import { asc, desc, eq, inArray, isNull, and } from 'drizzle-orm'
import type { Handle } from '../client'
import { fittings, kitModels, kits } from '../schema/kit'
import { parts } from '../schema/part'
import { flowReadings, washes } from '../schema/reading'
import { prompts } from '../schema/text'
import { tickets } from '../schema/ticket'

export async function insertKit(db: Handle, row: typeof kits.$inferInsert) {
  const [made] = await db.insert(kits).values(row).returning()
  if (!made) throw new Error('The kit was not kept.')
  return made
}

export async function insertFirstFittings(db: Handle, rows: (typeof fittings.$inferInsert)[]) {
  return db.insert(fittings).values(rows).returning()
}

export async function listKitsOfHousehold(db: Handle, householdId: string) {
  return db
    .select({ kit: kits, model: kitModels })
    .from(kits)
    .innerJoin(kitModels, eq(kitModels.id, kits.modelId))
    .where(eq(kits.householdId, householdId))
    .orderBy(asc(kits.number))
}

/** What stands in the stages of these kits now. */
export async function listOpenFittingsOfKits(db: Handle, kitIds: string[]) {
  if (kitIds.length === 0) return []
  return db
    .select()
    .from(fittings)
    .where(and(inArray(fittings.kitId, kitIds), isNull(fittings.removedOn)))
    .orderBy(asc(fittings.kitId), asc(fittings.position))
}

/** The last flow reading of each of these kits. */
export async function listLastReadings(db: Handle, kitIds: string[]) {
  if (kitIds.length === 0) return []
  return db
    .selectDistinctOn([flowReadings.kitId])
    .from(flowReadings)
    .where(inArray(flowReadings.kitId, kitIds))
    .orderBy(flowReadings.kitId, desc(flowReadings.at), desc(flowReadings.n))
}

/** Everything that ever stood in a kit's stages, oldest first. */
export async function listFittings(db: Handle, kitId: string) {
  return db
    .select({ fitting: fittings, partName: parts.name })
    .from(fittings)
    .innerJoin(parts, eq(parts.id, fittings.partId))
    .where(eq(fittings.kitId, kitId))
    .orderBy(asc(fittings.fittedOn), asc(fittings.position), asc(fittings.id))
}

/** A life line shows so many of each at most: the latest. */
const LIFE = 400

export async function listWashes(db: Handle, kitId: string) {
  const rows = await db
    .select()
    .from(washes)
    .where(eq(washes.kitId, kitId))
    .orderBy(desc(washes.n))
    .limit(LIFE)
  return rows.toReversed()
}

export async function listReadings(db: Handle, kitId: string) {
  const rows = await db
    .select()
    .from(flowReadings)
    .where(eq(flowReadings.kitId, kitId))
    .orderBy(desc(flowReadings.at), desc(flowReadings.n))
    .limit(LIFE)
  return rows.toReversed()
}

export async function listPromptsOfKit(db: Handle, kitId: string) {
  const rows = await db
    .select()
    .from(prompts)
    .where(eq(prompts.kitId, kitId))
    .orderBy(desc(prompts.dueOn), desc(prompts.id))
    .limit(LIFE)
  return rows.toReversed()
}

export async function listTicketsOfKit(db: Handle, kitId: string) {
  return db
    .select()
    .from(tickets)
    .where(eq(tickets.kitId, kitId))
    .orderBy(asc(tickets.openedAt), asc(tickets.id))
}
..........
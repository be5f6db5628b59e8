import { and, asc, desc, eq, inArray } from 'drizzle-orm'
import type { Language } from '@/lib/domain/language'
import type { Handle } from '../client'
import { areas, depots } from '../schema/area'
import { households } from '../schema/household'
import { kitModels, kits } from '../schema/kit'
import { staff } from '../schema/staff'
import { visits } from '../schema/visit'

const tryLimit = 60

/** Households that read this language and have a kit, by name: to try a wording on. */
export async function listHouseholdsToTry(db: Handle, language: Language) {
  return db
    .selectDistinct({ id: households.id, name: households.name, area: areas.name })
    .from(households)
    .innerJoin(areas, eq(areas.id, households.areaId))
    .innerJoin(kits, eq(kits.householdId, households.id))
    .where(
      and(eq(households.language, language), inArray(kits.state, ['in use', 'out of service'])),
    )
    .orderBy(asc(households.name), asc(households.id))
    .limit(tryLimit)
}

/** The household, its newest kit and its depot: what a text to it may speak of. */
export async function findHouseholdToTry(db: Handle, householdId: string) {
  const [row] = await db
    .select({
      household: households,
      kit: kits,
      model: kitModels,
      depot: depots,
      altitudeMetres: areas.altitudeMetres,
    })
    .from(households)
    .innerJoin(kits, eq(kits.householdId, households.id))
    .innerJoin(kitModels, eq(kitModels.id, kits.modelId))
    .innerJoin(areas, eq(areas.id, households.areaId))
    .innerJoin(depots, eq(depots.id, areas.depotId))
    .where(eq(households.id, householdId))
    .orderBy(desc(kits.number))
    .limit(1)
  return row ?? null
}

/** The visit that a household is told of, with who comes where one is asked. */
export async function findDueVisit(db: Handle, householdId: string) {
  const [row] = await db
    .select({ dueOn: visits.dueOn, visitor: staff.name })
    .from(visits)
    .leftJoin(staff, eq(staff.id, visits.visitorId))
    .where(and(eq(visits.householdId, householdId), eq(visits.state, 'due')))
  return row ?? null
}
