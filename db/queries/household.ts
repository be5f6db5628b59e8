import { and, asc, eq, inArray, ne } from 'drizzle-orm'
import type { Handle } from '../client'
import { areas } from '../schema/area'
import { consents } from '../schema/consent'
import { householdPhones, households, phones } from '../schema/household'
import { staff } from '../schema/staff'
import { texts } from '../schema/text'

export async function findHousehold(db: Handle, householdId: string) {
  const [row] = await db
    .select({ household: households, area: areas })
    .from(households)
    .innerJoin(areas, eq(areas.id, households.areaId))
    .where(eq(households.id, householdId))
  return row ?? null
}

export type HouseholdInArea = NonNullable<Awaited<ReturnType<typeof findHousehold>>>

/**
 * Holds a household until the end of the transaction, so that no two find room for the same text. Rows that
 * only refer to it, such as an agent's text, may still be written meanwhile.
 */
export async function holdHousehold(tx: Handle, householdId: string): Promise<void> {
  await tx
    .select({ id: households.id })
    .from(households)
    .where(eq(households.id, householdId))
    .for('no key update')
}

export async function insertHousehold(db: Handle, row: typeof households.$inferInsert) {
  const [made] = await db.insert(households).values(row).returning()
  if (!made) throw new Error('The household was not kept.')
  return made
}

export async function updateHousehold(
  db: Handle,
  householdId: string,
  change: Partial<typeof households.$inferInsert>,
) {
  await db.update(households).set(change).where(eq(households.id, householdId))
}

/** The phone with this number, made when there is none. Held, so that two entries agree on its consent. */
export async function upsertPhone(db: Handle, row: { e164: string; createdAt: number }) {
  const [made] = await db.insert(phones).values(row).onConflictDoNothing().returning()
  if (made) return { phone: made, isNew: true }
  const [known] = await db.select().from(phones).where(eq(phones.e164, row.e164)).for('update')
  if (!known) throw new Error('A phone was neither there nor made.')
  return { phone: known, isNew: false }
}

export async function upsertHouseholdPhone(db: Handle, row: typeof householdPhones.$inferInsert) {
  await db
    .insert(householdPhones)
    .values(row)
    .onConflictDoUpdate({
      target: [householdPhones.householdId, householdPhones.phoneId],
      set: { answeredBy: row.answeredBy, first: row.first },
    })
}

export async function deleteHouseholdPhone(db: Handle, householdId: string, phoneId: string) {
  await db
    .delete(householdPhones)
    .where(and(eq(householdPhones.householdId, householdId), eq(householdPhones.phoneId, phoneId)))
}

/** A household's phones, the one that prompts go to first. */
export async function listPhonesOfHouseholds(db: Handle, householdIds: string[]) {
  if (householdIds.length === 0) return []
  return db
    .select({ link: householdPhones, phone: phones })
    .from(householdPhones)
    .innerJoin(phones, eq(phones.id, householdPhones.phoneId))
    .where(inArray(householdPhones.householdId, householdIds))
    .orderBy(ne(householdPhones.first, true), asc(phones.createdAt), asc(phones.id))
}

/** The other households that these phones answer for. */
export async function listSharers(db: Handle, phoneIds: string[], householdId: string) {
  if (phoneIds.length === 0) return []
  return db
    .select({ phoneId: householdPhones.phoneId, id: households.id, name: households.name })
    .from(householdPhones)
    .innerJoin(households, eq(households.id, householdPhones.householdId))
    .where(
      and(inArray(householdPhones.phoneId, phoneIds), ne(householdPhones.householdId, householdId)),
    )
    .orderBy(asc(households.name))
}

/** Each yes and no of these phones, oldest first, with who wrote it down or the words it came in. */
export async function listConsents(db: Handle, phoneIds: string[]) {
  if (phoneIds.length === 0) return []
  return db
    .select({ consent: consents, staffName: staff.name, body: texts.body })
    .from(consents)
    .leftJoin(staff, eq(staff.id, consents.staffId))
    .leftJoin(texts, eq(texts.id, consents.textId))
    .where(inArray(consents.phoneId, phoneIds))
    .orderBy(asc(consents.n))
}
..........
Exercise objective – Everything from the line containing "inArray, isNull, and" through the line containing "Handle, rows: (typeof" in the material above should be retyped exactly, both ends included, and nothing more.

Written answer –
import { asc, desc, eq, inArray, isNull, and } from 'drizzle-orm'
import type { Handle } from '../client'
import { fittings, kitModels, kits } from '../schema/kit'
import { parts } from '../schema/part'
import { flowReadings, washes } from '../schema/reading'
import { prompts } from '../schema/text'
import { tickets } from '../schema/ticket'

export async function insertKit(db: Handle, row: typeof kits.$inferInsert) {
  const [made] = await db.insert(kits).values(row).returning()
  if (!made) throw new Error('The kit was not kept.')
  return made
}

export async function insertFirstFittings(db: Handle, rows: (typeof fittings.$inferInsert)[]) {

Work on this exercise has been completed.